**ABOUT THIS TASK:** Check each line of the records below and collect those that include the word "cleared".

**PROVIDED RECORDS:**
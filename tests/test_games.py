"""The games' rules, from the governing bodies' rule texts, and the search
under them.

Sources, named beside each check: WPA *Rules of Play* (9-ball, 10-ball,
8-ball), WPBSA *Official Rules of the Games of Snooker and English Billiards*,
UMB *Sport Regulations* (three-cushion). The rule texts were not at hand; the
rules checked are the ones every player of those games knows (from memory of
the rule books).
"""

from __future__ import annotations

import json
from pathlib import Path

import pytest

from shotplan.cli import main
from shotplan.errors import InputError, LayoutError
from shotplan.games import Rules, carom_scores, check_game
from shotplan.layout import Layout, load_layout
from shotplan.physics import simulate
from shotplan.search import find_shots
from shotplan.stroke import Stroke

NINE = ("cue", "3", "9", "5")


# ------------------------------------------------------------------ 9-ball
def test_nine_ball_first_contact_must_be_the_lowest_ball():
    # WPA 9-ball: the first object ball contacted must be the lowest-numbered
    # ball on the table; otherwise a foul.
    r = Rules("9-ball", NINE)
    assert r.first_allowed() == ("3",)
    assert not r.judge("5", ["5"]).legal
    assert "lowest-numbered" in r.judge("9", ["9"]).reason


def test_nine_ball_any_ball_pocketed_on_a_legal_shot_counts():
    # WPA 9-ball: after a legal first contact, any pocketed object ball
    # counts, so a combination that pockets the 9 wins.
    r = Rules("9-ball", NINE)
    assert r.judge("3", ["9"], target="9").scores
    assert r.judge("3", ["3", "5"], target="3").scores


def test_pocketing_the_cue_ball_is_a_foul_in_every_game():
    # WPA 9-ball and 8-ball (cue ball scratch), WPBSA snooker (in-off).
    for game, balls, first, pot in (("9-ball", NINE, "3", "3"),
                                    ("8-ball", ("cue", "2", "8", "12"), "2", "2"),
                                    ("snooker", ("cue", "red1", "black"), "red1", "red1")):
        v = Rules(game, balls).judge(first, [pot, "cue"], target=pot)
        assert not v.legal and "scratch" in v.reason


def test_ten_ball_is_judged_like_nine_ball_on_the_first_contact():
    # WPA 10-ball: the lowest-numbered ball must be contacted first.
    r = Rules("10-ball", ("cue", "4", "10", "7"))
    assert r.first_allowed() == ("4",)
    assert not r.judge("10", ["10"]).legal


# ------------------------------------------------------------------ 8-ball
def test_eight_ball_groups():
    # WPA 8-ball: solids 1-7, stripes 9-15; the shooter must first contact a
    # ball of the group and the 8 only once the group is cleared; pocketing
    # the 8 before that loses the game.
    balls = ("cue", "2", "6", "8", "11", "14")
    solids = Rules("8-ball", balls, group="solids")
    assert set(solids.first_allowed()) == {"2", "6"}
    assert not solids.judge("11", ["11"]).legal
    lost = solids.judge("2", ["2", "8"], target="2")
    assert not lost.legal and "loss of game" in lost.reason
    cleared = Rules("8-ball", ("cue", "8", "11"), group="solids")
    assert cleared.first_allowed() == ("8",) and cleared.judge("8", ["8"]).scores
    open_table = Rules("8-ball", balls)
    assert "8" not in open_table.first_allowed()


# ----------------------------------------------------------------- snooker
def test_snooker_ball_on():
    # WPBSA: while reds remain the ball on is a red; after a red, the colour
    # nominated; with the reds gone, the colours in ascending value: yellow,
    # green, brown, blue, pink, black. Potting a ball not on is a foul.
    balls = ("cue", "red1", "red2", "blue", "black")
    r = Rules("snooker", balls)
    assert set(r.first_allowed()) == {"red1", "red2"}
    assert r.judge("red1", ["red1", "red2"], target="red1").scores  # two reds together
    assert not r.judge("blue", ["blue"]).legal
    assert not r.judge("red1", ["red1", "black"], target="red1").legal
    after = Rules("snooker", balls, on="black")
    assert after.first_allowed() == ("black",) and not after.judge("blue", ["blue"]).legal
    colours = Rules("snooker", ("cue", "pink", "green", "black"))
    assert colours.first_allowed() == ("green",)


def test_bad_rules_are_one_line():
    with pytest.raises(InputError, match="only for 8-ball"):
        Rules("9-ball", NINE, group="solids")
    with pytest.raises(InputError, match="not on the table"):
        Rules("snooker", ("cue", "red1"), on="pink")
    with pytest.raises(InputError, match="numbered pool ball"):
        Rules("9-ball", ("cue", "red1"))
    with pytest.raises(LayoutError, match="not a game"):
        check_game("pool")


# ------------------------------------------------------------------- carom
def test_three_cushion_needs_three_cushions_before_the_second_ball():
    # UMB three-cushion: the cue ball must contact both object balls and at
    # least three cushions before it contacts the second object ball.
    assert carom_scores("three-cushion", ["red", "yellow"], 3).scores
    assert not carom_scores("three-cushion", ["red", "yellow"], 2).scores
    assert not carom_scores("three-cushion", ["red", "red"], 5).scores
    assert carom_scores("straight-rail", ["red", "yellow"], 0).scores


# ------------------------------------------------------------- the search
def _independent_judge(outcome, balls_on: set[str]) -> tuple[str | None, set[str]]:
    """First ball the cue ball met and the balls that fell, read from the
    event list (not from shotplan.games)."""
    first = None
    fell = set()
    for e in outcome.events:
        if e.kind.word == "collision" and "cue" in e.balls and first is None:
            first = [b for b in e.balls if b != "cue"][0]
        if e.kind.word == "pocket":
            fell.add(e.balls[0])
    return first, fell


def test_every_nine_ball_proposal_is_legal_in_simulation(tmp_path):
    # WPA 9-ball, judged again from the engine's events: the first contact is
    # the lowest ball and the cue ball stays up.
    lay = Layout.from_dict({"format": "shotplan-layout", "version": 1, "game": "9-ball",
                            "table": "pool-9ft",
                            "balls": {"cue": [0.6, 0.5], "3": [1.5, 0.9], "9": [2.0, 0.4],
                                      "5": [1.2, 0.3]}})
    res = find_shots(lay, rules=Rules("9-ball", lay.ball_ids))
    assert res.shots
    for s in res.shots:
        out = simulate(lay, Stroke(s.direction_deg, s.speed_mps, s.side, s.height))
        first, fell = _independent_judge(out, set())
        assert first == "3" and "cue" not in fell and s.balls[-1] in fell
    # Without rules the search also proposes the 5 directly: the rule matters.
    free = find_shots(lay)
    assert any(s.balls[0] != "3" for s in free.shots)


def test_layout_game_field_round_trips_and_drives_plan(tmp_path, capsys):
    doc = {"format": "shotplan-layout", "version": 1, "game": "9-ball", "table": "pool-9ft",
           "balls": {"cue": [0.6, 0.5], "3": [1.5, 0.9], "9": [2.0, 0.4], "5": [1.2, 0.3]}}
    path = tmp_path / "nine.json"
    path.write_text(json.dumps(doc))
    lay = load_layout(path)
    assert lay.game == "9-ball" and lay.to_dict()["game"] == "9-ball"
    assert main(["plan", str(path), "--json"]) == 0
    shots = json.loads(capsys.readouterr()[0])
    assert shots and all(s["balls"][0] == "3" for s in shots)
    assert main(["plan", str(path), "--game", "any", "--json"]) == 0
    free = json.loads(capsys.readouterr()[0])
    assert any(s["balls"][0] != "3" for s in free)
    bad = dict(doc, game="pool")
    path.write_text(json.dumps(bad))
    assert main(["plan", str(path)]) == 2
    err = capsys.readouterr()[1]
    assert "game" in err and len(err.strip().splitlines()) == 1
    Path(path).unlink()


def test_position_under_nine_ball_rules_needs_the_ball_on(tmp_path, capsys):
    # WPA 9-ball: the lowest ball must be met first, and a position map plays
    # its ball directly, so asking for the 5 with the 3 on the table is refused.
    doc = {"format": "shotplan-layout", "version": 1, "game": "9-ball", "table": "pool-9ft",
           "balls": {"cue": [0.6, 0.5], "3": [1.5, 0.9], "9": [2.0, 0.4], "5": [1.2, 0.3]}}
    path = tmp_path / "nine.json"
    path.write_text(json.dumps(doc))
    code = main(["position", str(path), "--ball", "5", "--pocket", "foot-right"])
    err = capsys.readouterr()[1]
    assert code == 2 and "WPA 9-ball" in err and len(err.strip().splitlines()) == 1
    code = main(["position", str(path), "--ball", "3", "--pocket", "foot-left", "--speeds=2",
                 "--heights=0", "--sides=0", "--json"])
    assert code == 0, capsys.readouterr()[1]


def test_a_drill_station_counts_only_legal_scoring_trials(tmp_path, capsys):
    # WPA 9-ball: pocketing the 5 while the 3 is on the table, the 5 met
    # first, is a foul: under the game every trial that pockets it counts as
    # a failure, without a game most of them pot.
    lay = {"table": "pool-9ft", "balls": {"cue": [1.0, 0.635], "5": [2.2, 1.0],
                                          "3": [0.4, 0.3]}}
    ball5 = {"name": "five", "layout": lay, "ball": "5", "pocket": "foot-left",
             "stroke": {"direction_deg": 0.0, "speed_mps": 2.0}}
    from shotplan.search import find_shots as fs

    shot = fs(Layout.from_dict({"format": "shotplan-layout", "version": 1, **lay}),
              balls=["5"], pockets=["foot-left"], kinds=("direct",)).shots[0]
    ball5["stroke"] = {"direction_deg": shot.direction_deg, "speed_mps": shot.speed_mps,
                       "height": shot.height}
    rates = {}
    for game in ("any", "9-ball"):
        doc = {"format": "shotplan-drill", "version": 1, "title": "t",
               "stations": [dict(ball5, game=game)]}
        path = tmp_path / f"{game}.json"
        path.write_text(json.dumps(doc))
        assert main(["drill", str(path), "--trials", "60", "--workers", "0", "--json"]) == 0
        out = json.loads(capsys.readouterr()[0])
        rates[game] = out["stations"][0]["pocket_rate"]["rate"]
    assert rates["any"] > 0.5 and rates["9-ball"] == 0.0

**EXPECTED OUTPUT:**
    # ball of the group and the 8 only once the group is cleared; pocketing
    cleared = Rules("8-ball", ("cue", "8", "11"), group="solids")
    assert cleared.first_allowed() == ("8",) and cleared.judge("8", ["8"]).scores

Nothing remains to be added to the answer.